Define the gradient-descent process
"""
def sgd_vector_minibatch(params, batch_size, learning_rate):
    # transform the loss function
    loss_grad = make_loss_grad(params)
    
    # get random subset of observations and responses
    batch_x, batch_y = dist_sampler.random_rows(batch_size, Obs, Resp)
    
    # compute the gradients of loss function relative to the training data
    param_gradients = loss_grad(batch_x, batch_y)
    
    # average the gradients (I suspect including this step in the jit-compiled
    # function could yield significant performance gains... tbd)
    average_grad_per_param = [
        jnp.average(gradients, 0)
        for gradients in param_gradients
    ]
    
    # subtract the gradients from the original params and return them
    updated_params = [
        param - (learning_rate * average_grad)
        for param, average_grad in zip(params, average_grad_per_param)
    ]
    return updated_params


"""
Return the average accuracy of the neural net with the current parameters
over a sample of the test data.
"""
jit_nn = jit(neural_net)    
def avg_prediction_accuracy(params, n=1000):
    check_guess = lambda x, y : jnp.argmax(jit_nn(x, params)) == jnp.argmax(y)
    vector_nn = vmap(check_guess, (0,0), 0)
    xs, ys = dist_sampler.random_rows(n, TestObs, TestResp)
    scores = vector_nn(xs, ys)
    return jnp.average(scores, 0)

## Training the neural net

In [None]:
import time

learning_rate = 0.5
iterations = 5000
batch_size = 100

fmt_acc = lambda acc : f'{(acc * 100):.2f}%\n'

accuracy = avg_prediction_accuracy(neural_net_params)
print(f'{"Initial Accuracy:":<20}{fmt_acc(accuracy):>10}')

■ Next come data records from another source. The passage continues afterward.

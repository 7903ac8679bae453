package gen

import (
	"math"
	"slices"

	"pgregory.net/rapid"
	"qcheck.dev/qcheck/circuit"
)

// A pattern is the left-hand side of a textbook circuit identity: the local
// structure a rewrite pass looks for. Circuit plants patterns whose gates are
// all in the user's set (chunkPattern), and near misses of them, in which one
// op is moved to another qubit, has its operands exchanged or its angle
// changed: where a pass's matcher forgets a check, a near miss shows it.
type pattern []patternOp

// patternOp is one op of a pattern: a standard gate on the pattern's qubits
// a, b, c (0, 1, 2) and, for a gate with an angle, which angle.
type patternOp struct {
	gate  string
	on    []int
	angle int // see the angle kinds below
}

// Angle kinds of a pattern op, in terms of the angle θ drawn for the pattern.
const (
	noAngle   = iota
	theta     // θ
	minus     // −θ, so that it undoes θ
	toTwoPi   // 2π − θ, so that it adds up with θ to 2π
	halfTheta // θ/2
)

// patterns are the identities Circuit plants, each named with its source.
var patterns = []pattern{
	// Conjugation by h exchanges x and z (N&C §4.2, exercise 4.14).
	{{"h", []int{0}, 0}, {"x", []int{0}, 0}, {"h", []int{0}, 0}},
	{{"h", []int{0}, 0}, {"z", []int{0}, 0}, {"h", []int{0}, 0}},
	// s·x·sdg = y up to phase (N&C §4.2, exercise 4.14's table).
	{{"s", []int{0}, 0}, {"x", []int{0}, 0}, {"sdg", []int{0}, 0}},
	// Phase gates compose: t·t = s, s·s = z, s·sdg = I (N&C Fig. 4.2).
	{{"t", []int{0}, 0}, {"t", []int{0}, 0}},
	{{"s", []int{0}, 0}, {"s", []int{0}, 0}},
	{{"s", []int{0}, 0}, {"sdg", []int{0}, 0}},
	// Rotations about one axis add their angles (N&C eq. 4.4–4.6).
	{{"rz", []int{0}, theta}, {"rz", []int{0}, toTwoPi}},
	{{"rx", []int{0}, theta}, {"rx", []int{0}, minus}},
	{{"p", []int{0}, theta}, {"p", []int{0}, toTwoPi}},
	// Rotations about two axes make every single-qubit unitary (the Z-Y
	// decomposition, N&C Theorem 4.1, and its Z-X form).
	{{"rz", []int{0}, theta}, {"rx", []int{0}, halfTheta}, {"rz", []int{0}, minus}},
	{{"rz", []int{0}, theta}, {"ry", []int{0}, halfTheta}, {"rz", []int{0}, minus}},
	// A Pauli on the control of cx along Z, or on its target along X,
	// passes through it (N&C §10.5.2, conjugation of Paulis by CNOT).
	{{"z", []int{0}, 0}, {"cx", []int{0, 1}, 0}, {"z", []int{0}, 0}},
	{{"x", []int{1}, 0}, {"cx", []int{0, 1}, 0}, {"x", []int{1}, 0}},
	{{"rz", []int{0}, theta}, {"cx", []int{0, 1}, 0}, {"rz", []int{0}, minus}},
	{{"rx", []int{1}, theta}, {"cx", []int{0, 1}, 0}, {"rx", []int{1}, minus}},
	// cx is self-inverse; three alternating cx make a swap (N&C Fig. 1.7).
	{{"cx", []int{0, 1}, 0}, {"cx", []int{0, 1}, 0}},
	{{"cx", []int{0, 1}, 0}, {"cx", []int{1, 0}, 0}, {"cx", []int{0, 1}, 0}},
	// h on both sides reverses a cx (N&C exercise 4.20); h on the target
	// makes it a cz (exercise 4.17).
	{{"h", []int{0}, 0}, {"h", []int{1}, 0}, {"cx", []int{0, 1}, 0}, {"h", []int{0}, 0}, {"h", []int{1}, 0}},
	{{"h", []int{1}, 0}, {"cx", []int{0, 1}, 0}, {"h", []int{1}, 0}},
	// cx·rz(θ) on the target·cx = rzz(θ) (N&C §4.7.3, Fig. 4.19).
	{{"cx", []int{0, 1}, 0}, {"rz", []int{1}, theta}, {"cx", []int{0, 1}, 0}},
	// Controlled phases: crz(θ) = cp(θ)·p(−θ/2) on the control, and crz has
	// period 4π (N&C §4.3).
	{{"cp", []int{0, 1}, theta}, {"crz", []int{0, 1}, theta}},
	{{"crz", []int{0, 1}, theta}, {"crz", []int{0, 1}, toTwoPi}},
	{{"crz", []int{0, 1}, theta}, {"p", []int{0}, halfTheta}},
	// A swap relabels the wires of the gates after it (N&C §1.3.4).
	{{"swap", []int{0, 1}, 0}, {"cx", []int{0, 1}, 0}},
	{{"swap", []int{0, 1}, 0}, {"swap", []int{1, 0}, 0}},
	// ccx is self-inverse.
	{{"ccx", []int{0, 1, 2}, 0}, {"ccx", []int{0, 1, 2}, 0}},
}

// width is the number of qubits a pattern acts on.
func (p pattern) width() int {
	n := 0
	for _, op := range p {
		for _, q := range op.on {
			n = max(n, q+1)
		}
	}
	return n
}

// available returns the patterns whose gates are all in the plan's set with a
// positive weight and that fit its register.
func (p *plan) available() []pattern {
	weight := map[string]int{}
	for _, ch := range p.choices {
		if !ch.gate.IsCustom() {
			weight[ch.name] = ch.weight
		}
	}
	var out []pattern
	for _, pat := range patterns {
		ok := pat.width() <= p.qubits
		for _, op := range pat {
			ok = ok && weight[op.gate] > 0
		}
		if ok {
			out = append(out, pat)
		}
	}
	return out
}

// Near misses, in shrinking order (none first).
const (
	missNone    = iota
	missMove    // one operand of one op moves to another qubit
	missReverse // one op's operands are reversed
	missAngle   // one op's angle moves by π
)

// missWeights make two draws in six move an op, the near miss that a matcher
// which forgets to check an operand falls for, and two in six reverse one,
// the near miss of a matcher blind to operand order. A near miss that cannot
// apply to the drawn pattern (no multi-qubit op to reverse, no angle to
// change) moves an op instead, so that no draw is a near miss in name only.
var missWeights = []int{missNone: 2, missMove: 2, missReverse: 3, missAngle: 1}

// drawPattern draws a pattern among the available ones, its qubits, its angle
// and a near miss, and returns its ops.
func (b *building) drawPattern(t *rapid.T) []circuit.Op {
	pat := b.patterns[drawBelow(t, len(b.patterns))]
	qubits := drawDistinct(t, pat.width(), nil, b.qubits)
	th := drawAngle(t)
	miss, k := drawWeighted(t, missWeights), drawBelow(t, len(pat))
	ops := make([]circuit.Op, len(pat))
	for i, po := range pat {
		op := circuit.Op{Gate: circuit.Gate{Name: po.gate}, Qubits: make([]int, len(po.on))}
		for j, q := range po.on {
			op.Qubits[j] = qubits[q]
		}
		var a float64
		switch po.angle {
		case theta:
			a = th
		case minus:
			a = -th
		case toTwoPi:
			a = 2*math.Pi - th
		case halfTheta:
			a = th / 2
		}
		if po.angle != noAngle {
			op.Gate.Params = []float64{a}
		}
		ops[i] = op
	}
	// The ops a reversal or an angle change can act on: multi-qubit ops,
	// whose operands have roles, and ops with one angle.
	var multi, angled []int
	for i, op := range ops {
		if len(op.Qubits) > 1 {
			multi = append(multi, i)
		}
		if len(op.Gate.Params) == 1 {
			angled = append(angled, i)
		}
	}
	if miss == missReverse && len(multi) == 0 || miss == missAngle && len(angled) == 0 {
		miss = missMove
	}
	switch miss {
	case missMove:
		// An inner op of a longer pattern: moving what a matcher finds
		// between two ops is the near miss that tests whether it checks
		// where that op is.
		if len(ops) >= 3 {
			k = 1 + k%(len(ops)-2)
		}
	case missReverse:
		k = multi[k%len(multi)]
	case missAngle:
		k = angled[k%len(angled)]
	}
	switch op := &ops[k]; miss {
	case missMove:
		j := drawBelow(t, len(op.Qubits))
		if free := b.qubits - len(op.Qubits); free > 0 {
			op.Qubits[j] = drawDistinct(t, 1, without(op.Qubits, b.qubits), b.qubits)[0]
		}
	case missReverse:
		for i, j := 0, len(op.Qubits)-1; i < j; i, j = i+1, j-1 {
			op.Qubits[i], op.Qubits[j] = op.Qubits[j], op.Qubits[i]
		}
	case missAngle:
		if len(op.Gate.Params) == 1 {
			op.Gate.Params[0] += math.Pi
		}
	}
	// Each op has a mark, drawn last: 0 deletes it, 1 replaces its gate by
	// the set's first gate of the same width (with angles θ), 2 gives it the
	// plain angle θ, and the other 13 values in 16 keep it as the pattern
	// wrote it. The shrinker, which lowers marks toward 0, can so delete any
	// op of a pattern, and simplify the gate or angle of those it needs.
	kept := ops[:0]
	for _, op := range ops {
		switch drawBelow(t, 16) {
		case 0:
			continue
		case 1:
			op.Gate = b.simplest(len(op.Qubits), th)
		case 2:
			if len(op.Gate.Params) == 1 {
				op.Gate.Params[0] = th
			}
		}
		kept = append(kept, op)
	}
	return kept
}

// simplest returns the first gate of the set, with a positive weight, that
// acts on k qubits, with every angle a (a pattern's gates are in the set, so
// there is one).
func (b *building) simplest(k int, a float64) circuit.Gate {
	for _, ch := range b.choices {
		if ch.qubits == k && ch.weight > 0 {
			g := ch.gate
			if ch.params > 0 {
				g.Params = slices.Repeat([]float64{a}, ch.params)
			}
			return g
		}
	}
	panic("gen: unreachable: a pattern op has no gate of its width in the set")
}

// without returns the qubits 0..width−1 not in qs, in increasing order.
func without(qs []int, width int) []int {
	var out []int
	for q := range width {
		if !contains(qs, q) {
			out = append(out, q)
		}
	}
	return out
}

starting_time = time.time()

for iter_num in range(1, iterations + 1):
    # perform gradient descent to get new params
    neural_net_params = sgd_vector_minibatch(neural_net_params, batch_size, learning_rate)
    
    # evaluate accuracy every 500 iterations
    if (iter_num) % 500 == 0:
        accuracy = avg_prediction_accuracy(neural_net_params)
        print(f'{f"({iter_num}) Accuracy:":<20}{fmt_acc(accuracy):>10}')
        
    # decrease the learning rate over time
    if (iter_num) % 2000 == 0:
        learning_rate *= 0.5
        
elapsed_seconds = time.time() - starting_time

print(f'{elapsed_seconds:.2f} seconds elapsed during training.')

Initial Accuracy:       8.60%

(500) Accuracy:        78.60%

(1000) Accuracy:       84.00%

(1500) Accuracy:       87.70%

(2000) Accuracy:       88.20%

(2500) Accuracy:       89.30%

(3000) Accuracy:       90.90%

(3500) Accuracy:       90.80%

(4000) Accuracy:       90.20%

(4500) Accuracy:       89.80%



### So there you have it - a simple neural network in JAX!